Try it:
Please retype the line that contains "if (entry === undefined)" and all lines that follow it to the end of the entries below, exactly as they stand, with nothing added.

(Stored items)
------------------------------------
import { useRafFn } from '@vueuse/core';
import { computed, ref, shallowRef } from 'vue';
import {
  AXIS_CONTROLS,
  type AxisBinding,
  type AxisControl,
  commandOf,
  isLever,
  plainBinding,
  travelOf,
} from '../../runner/input/device-axis.ts';
import {
  BUTTON_CONTROLS,
  type ButtonControl,
  type ControlsProfile,
  STANDARD_PROFILE,
  assignments,
  sharedAxes,
  withAxis,
  withButton,
} from '../../runner/input/device-profile.ts';
import { type DeviceReading, devicesOf, rawOf } from '../../runner/input/device-reading.ts';
import { useControlsStore } from '../../stores/controls.store.ts';
import { movedPart } from './moved-part.ts';

/** Time to move what is to be assigned. */
export const WAIT_S = 6;
/** Readings kept for the steps of a calibration. */
export const KEPT_S = 2;

export interface TimedReading {
  atMs: number;
  raw: number;
}

export interface LiveAxis {
  control: AxisControl;
  binding: AxisBinding | null;
  device: DeviceReading | null;
  raw: number;
  /** Share of the travel, and what it commands. */
  travel: number;
  command: number;
  /** Greatest and least travel seen on this page. */
  reached: readonly [number, number];
}

interface Waiting {
  control: AxisControl | ButtonControl;
  wanted: 'axis' | 'button';
  since: number;
  before: DeviceReading[];
}

const isAxis = (control: AxisControl | ButtonControl): control is AxisControl =>
  (AXIS_CONTROLS as readonly string[]).includes(control);
const isButton = (control: AxisControl | ButtonControl): control is ButtonControl =>
  (BUTTON_CONTROLS as readonly string[]).includes(control);

/** The controls as they are being set up: nothing is kept until {@link keep}. */
export function useControls() {
  const store = useControlsStore();
  const draft = shallowRef<ControlsProfile>(store.profile);
  const devices = shallowRef<DeviceReading[]>(devicesOf(navigator));
  const waiting = shallowRef<Waiting | null>(null);
  const leftS = ref(0);
  const control = ref<AxisControl>('pedals');
  const history = shallowRef<TimedReading[]>([]);
  const reached = new Map<AxisControl, [number, number]>();
  const lastMoved = ref<string | null>(null);
  let previous: DeviceReading[] = [];

  const inForce = computed(() => assignments(draft.value, devices.value));
  const live = computed<LiveAxis[]>(() =>
    AXIS_CONTROLS.map((name) => {
      const found = inForce.value.axes.find((axis) => axis.control === name);
      if (!found) return { control: name, binding: null, device: null, raw: 0, travel: 0, command: 0, reached: [0, 0] };
      const { binding, device } = found;
      const raw = rawOf(device, binding.source, binding.index);
      return {
        control: name,
        binding,
        device,
        raw,
        travel: travelOf(binding, raw, name),
        command: commandOf(binding, raw, name),
        reached: reached.get(name) ?? [0, 0],
      };
    }),
  );
  const chosen = computed<LiveAxis>(() => live.value.find((axis) => axis.control === control.value) ?? live.value[0]);
  const shared = computed(() => sharedAxes(inForce.value.axes));
  const dirty = computed(() => JSON.stringify(draft.value) !== JSON.stringify(store.profile));

  function lookAgain(atMs: number): void {
    devices.value = devicesOf(navigator);
    for (const { control: name, travel, binding } of live.value) {
      if (!binding) continue;
      const [low, high] = reached.get(name) ?? [travel, travel];
      reached.set(name, [Math.min(low, travel), Math.max(high, travel)]);
    }
    const moved = movedPart(previous, devices.value, 'axis') ?? movedPart(previous, devices.value, 'button');
    if (moved) lastMoved.value = moved.key;
    if (moved || previous.length !== devices.value.length) previous = devices.value;
    if (chosen.value.binding) {
      const kept = history.value.filter((reading) => reading.atMs > atMs - KEPT_S * 1000);
      history.value = [...kept, { atMs, raw: chosen.value.raw }];
    }
  }

  function choose(next: AxisControl): void {
    control.value = next;
    history.value = [];
  }

  function ask(next: AxisControl | ButtonControl): void {
    waiting.value = {
      control: next,
      wanted: isAxis(next) ? 'axis' : 'button',
      since: performance.now(),
      before: devicesOf(navigator),
    };
    leftS.value = WAIT_S;
  }
  function cancel(): void {
    waiting.value = null;
  }

  function change(next: ControlsProfile): void {
    draft.value = next;
  }
  function bind(name: AxisControl, to: { key: string; binding: AxisBinding } | null): void {
    change(withAxis(draft.value, devices.value, name, to));
    reached.delete(name);
    choose(name);
  }

  function settleWaiting(now: number): void {
    const asked = waiting.value;
    if (!asked) return;
    leftS.value = Math.max(0, Math.ceil(WAIT_S - (now - asked.since) / 1000));
    // A device that shows itself only on its first press joins the question then.
    for (const device of devices.value)
      if (!asked.before.some(({ key }) => key === device.key)) asked.before.push(device);
    const moved = movedPart(asked.before, devices.value, asked.wanted);
    if (moved) {
      waiting.value = null;
      if (isButton(asked.control)) {
        change(withButton(draft.value, devices.value, asked.control, { key: moved.key, button: moved.index }));
      } else {
        const plain = plainBinding(moved.source, moved.index, asked.control);
        const centred = !isLever(asked.control) && moved.source === 'axis' && Math.abs(moved.before) < 0.5;
        bind(asked.control, { key: moved.key, binding: centred ? { ...plain, rest: moved.before } : plain });
      }
    } else if (leftS.value === 0) waiting.value = null;
  }

  useRafFn(({ timestamp }) => {
    lookAgain(timestamp);
    settleWaiting(timestamp);
  });

  /** Changes the binding of the chosen control. */
  function adjust(part: Partial<AxisBinding>, name: AxisControl = control.value): void {
    const axis = live.value.find((one) => one.control === name);
    if (!axis?.binding || !axis.device) return;
    change(withAxis(draft.value, devices.value, name, { key: axis.device.key, binding: { ...axis.binding, ...part } }));
  }
  function unassign(name: AxisControl | ButtonControl): void {
    if (isButton(name)) change(withButton(draft.value, devices.value, name, null));
    else bind(name, null);
  }

  return {
    devices,
    inForce,
    live,
    chosen,
    control,
    choose,
    history,
    shared,
    waiting,
    leftS,
    lastMoved,
    draft,
    dirty,
    ask,
    cancel,
    adjust,
    unassign,
    whenGone: computed({
      get: () => draft.value.whenGone,
      set: (whenGone) => change({ ...draft.value, whenGone }),
    }),
    /** Returns false where the browser keeps nothing. */
    keep: () => store.keep(draft.value),
    standard: () => change(STANDARD_PROFILE),
    restore: (earlier: ControlsProfile) => change(earlier),
  };
}
export type Controls = ReturnType<typeof useControls>;
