import path from 'node:path';

/**
 * Who may import whom, as one table: DEVELOPERS.md says the same in words. Paths are relative to the project, with
 * forward slashes.
 */

/** Top-level folders that hold code, and which of them each may import. */
const WORLDS = {
  shared: ['shared'],
  src: ['src', 'shared'],
  server: ['server', 'shared', 'package.json'],
  tests: ['tests', 'server', 'src', 'shared', 'tools', 'scenarios', 'package.json', '*'],
  tools: ['tools'],
};

/** Inside shared: lower rooms come first; a room imports itself and lower ones. */
const SHARED_ORDER = ['units', 'numerics', 'model', 'analysis', 'scenario', 'contracts'];

/** Inside src: which rooms each room may import besides itself. Files directly in src may import every room. */
const CLIENT_ROOMS = {
  views: [
    'features',
    'stores',
    'services',
    'runner',
    'components',
    'composables',
    'stage',
    'router',
    'styles',
    'assets',
  ],
  features: ['stores', 'services', 'runner', 'components', 'composables', 'stage', 'router', 'styles', 'assets'],
  stores: ['services', 'runner'],
  services: [],
  runner: ['services'],
  components: ['composables', 'stage', 'styles', 'assets'],
  composables: [],
  stage: ['components', 'composables', 'styles', 'assets'],
  router: ['views', 'features', 'stores', 'services'],
  plugins: ['stores', 'services', 'components', 'composables', 'styles', 'assets'],
  styles: ['assets'],
  assets: [],
};

/** Inside server: the same. Files directly in server (main.ts, app.ts) may import every room but bootstrap. */
const SERVER_ROOMS = {
  http: ['services', 'config'],
  realtime: ['services', 'config'],
  services: ['data', 'mail', 'reports', 'config'],
  data: ['config'],
  mail: ['config'],
  reports: ['config'],
  config: [],
  cli: ['services', 'data', 'mail', 'reports', 'config', 'bootstrap'],
  bootstrap: [],
};

/** Packages with one home: only files below these prefixes (or these files) import them. */
const PACKAGE_HOMES = [
  { packages: ['three', '@tresjs/core'], homes: ['src/stage/'] },
  { packages: ['socket.io-client'], homes: ['src/services/'] },
  { packages: ['uplot'], homes: ['src/components/charts/'] },
  { packages: ['echarts'], homes: ['src/components/charts/', 'server/reports/'] },
  { packages: ['idb'], homes: ['src/runner/'] },
  { packages: ['typeorm', 'mysql2'], homes: ['server/data/'] },
  { packages: ['reflect-metadata'], homes: ['server/data/', 'server/main.ts', 'server/app.ts'] },
  {
    packages: ['express', 'cookie-parser', 'helmet', 'express-rate-limit', 'multer'],
    homes: ['server/http/', 'server/app.ts'],
  },
  { packages: ['vite'], homes: ['server/http/', 'server/app.ts', 'server/main.ts'] },
  { packages: ['socket.io', '@socket.io/redis-adapter', 'ioredis'], homes: ['server/realtime/'] },
  { packages: ['nodemailer', 'smtp-server'], homes: ['server/mail/'] },
  { packages: ['pdfkit', 'exceljs', 'ical-generator', 'qrcode', 'fflate'], homes: ['server/reports/'] },
  { packages: ['jsonwebtoken', 'bcryptjs'], homes: ['server/services/'] },
  { packages: ['pino'], homes: ['server/config/'] },
];

/** Packages that shared may use, and where in it. Nothing else may be imported there. */
const SHARED_PACKAGES = [
  { packages: ['odex', 'ml-matrix'], homes: ['shared/numerics/'] },
  { packages: ['@stdlib/*'], homes: ['shared/numerics/elementary.ts'] },
  { packages: ['mathjs'], homes: ['shared/scenario/'] },
  { packages: ['zod'], homes: ['shared/model/', 'shared/scenario/', 'shared/contracts/'] },
];

/**
 * Why a file may not import that; null when it may.
 * @param {string} file importing file
 * @param {string} specifier as written
 * @returns {string | null}
 */
export function layerProblem(file, specifier) {
  const world = file.split('/')[0];
  if (!(world in WORLDS)) return null;
  const target = resolveInside(file, specifier);
  return target === null ? packageProblem(file, specifier) : placeProblem(file, target, specifier);
}

/**
 * Path of the imported file inside the project; null for a package.
 * @param {string} file
 * @param {string} specifier
 * @returns {string | null}
 */
export function resolveInside(file, specifier) {
  const bare = specifier.replace(/\?.*$/, '');
  if (bare.startsWith('#shared/')) return path.posix.normalize(bare.slice(1));
  if (bare.startsWith('.')) return path.posix.join(path.posix.dirname(file), bare);
  return null;
}

/**
 * @param {string} file
 * @param {string} target
 * @param {string} specifier
 */
function placeProblem(file, target, specifier) {
  const [world, room] = file.split('/');
  const [targetWorld, targetRoom] = target.split('/');
  const worlds = WORLDS[/** @type {keyof typeof WORLDS} */ (world)];
  if (!worlds.includes(targetWorld) && !worlds.includes('*')) {
    return `${world} may import ${worlds.join(' and ')} only, not ${target}.`;
  }
  if (world === 'shared' && specifier.startsWith('#')) return 'Inside shared, import by relative path.';
  if (world !== 'shared' && targetWorld === 'shared' && !specifier.startsWith('#shared/')) {
    return `Import shared code as #shared/${target.slice('shared/'.length)}.`;
  }
  if (targetWorld !== world || isInRoot(file)) return null;
  if (world === 'shared') return sharedProblem(room, targetRoom);
  if (world === 'src') return roomProblem(CLIENT_ROOMS, world, room, target);
  if (world === 'server') return roomProblem(SERVER_ROOMS, world, room, target);
  return null;
}

/**
 * @param {string} room
 * @param {string} targetRoom
 */
function sharedProblem(room, targetRoom) {
  const from = SHARED_ORDER.indexOf(room);
  const to = SHARED_ORDER.indexOf(targetRoom);
  if (from >= to && to >= 0) return null;
  return `shared/${room} may not import shared/${targetRoom}: the order is ${[...SHARED_ORDER].reverse().join(' → ')}.`;
}

/**
 * @param {Record<string, string[]>} rooms
 * @param {string} world
 * @param {string} room
 * @param {string} target
 */
function roomProblem(rooms, world, room, target) {
  const allowed = rooms[room];
  const targetRoom = isInRoot(target) ? target : target.split('/')[1];
  if (allowed === undefined) return `${world}/${room} is no room of the layout; see DEVELOPERS.md.`;
  if (targetRoom === room || allowed.includes(targetRoom)) return null;
  const list = allowed.length === 0 ? 'no other room' : allowed.join(', ');
  return `${world}/${room} may not import ${target}: of ${world} it may import ${list}.`;
}

/** @param {string} file */
function isInRoot(file) {
  return file.split('/').length === 2;
}

/**
 * @param {string} file
 * @param {string} specifier
 */
function packageProblem(file, specifier) {
  const world = file.split('/')[0];
  if (world === 'tests' || world === 'tools') return null;
  const isNode = specifier.startsWith('node:');
  if (file.startsWith('server/bootstrap/')) {
    return isNode ? null : `server/bootstrap runs before anything is installed: no packages, so not ${specifier}.`;
  }
  if (isNode) {
    return world === 'server' ? null : `${world} runs in the browser: it may not import ${specifier}.`;
  }
  const name = packageName(specifier);
  if (world === 'shared') {
    const entry = homeOf(SHARED_PACKAGES, name);
    if (entry === undefined) return `shared may not import the package ${name}.`;
    return entry.homes.some((home) => file.startsWith(home)) ? null : homeMessage(name, entry.homes);
  }
  const entry = homeOf(PACKAGE_HOMES, name);
  if (entry === undefined || entry.homes.some((home) => file.startsWith(home))) return null;
  return homeMessage(name, entry.homes);
}

/**
 * @param {{ packages: string[], homes: string[] }[]} table
 * @param {string} name
 */
function homeOf(table, name) {
  return table.find((entry) =>
    entry.packages.some((known) => (known.endsWith('/*') ? name.startsWith(known.slice(0, -1)) : known === name)),
  );
}

/**
 * @param {string} name
 * @param {string[]} homes
 */
function homeMessage(name, homes) {
  return `The package ${name} has one home: ${homes.join(' or ')}.`;
}

/** @param {string} specifier */
function packageName(specifier) {
  const parts = specifier.split('/');
  return specifier.startsWith('@') ? parts.slice(0, 2).join('/') : parts[0];
}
------------------------------------
Result:
    if (entry === undefined) return `shared may not import the package ${name}.`;
    return entry.homes.some((home) => file.startsWith(home)) ? null : homeMessage(name, entry.homes);
  }
  const entry = homeOf(PACKAGE_HOMES, name);
  if (entry === undefined || entry.homes.some((home) => file.startsWith(home))) return null;
  return homeMessage(name, entry.homes);
}

/**
 * @param {{ packages: string[], homes: string[] }[]} table
 * @param {string} name
 */
function homeOf(table, name) {
  return table.find((entry) =>
    entry.packages.some((known) => (known.endsWith('/*') ? name.startsWith(known.slice(0, -1)) : known === name)),
  );
}

/**
 * @param {string} name
 * @param {string[]} homes
 */
function homeMessage(name, homes) {
  return `The package ${name} has one home: ${homes.join(' or ')}.`;
}

/** @param {string} specifier */
function packageName(specifier) {
  const parts = specifier.split('/');
  return specifier.startsWith('@') ? parts.slice(0, 2).join('/') : parts[0];
}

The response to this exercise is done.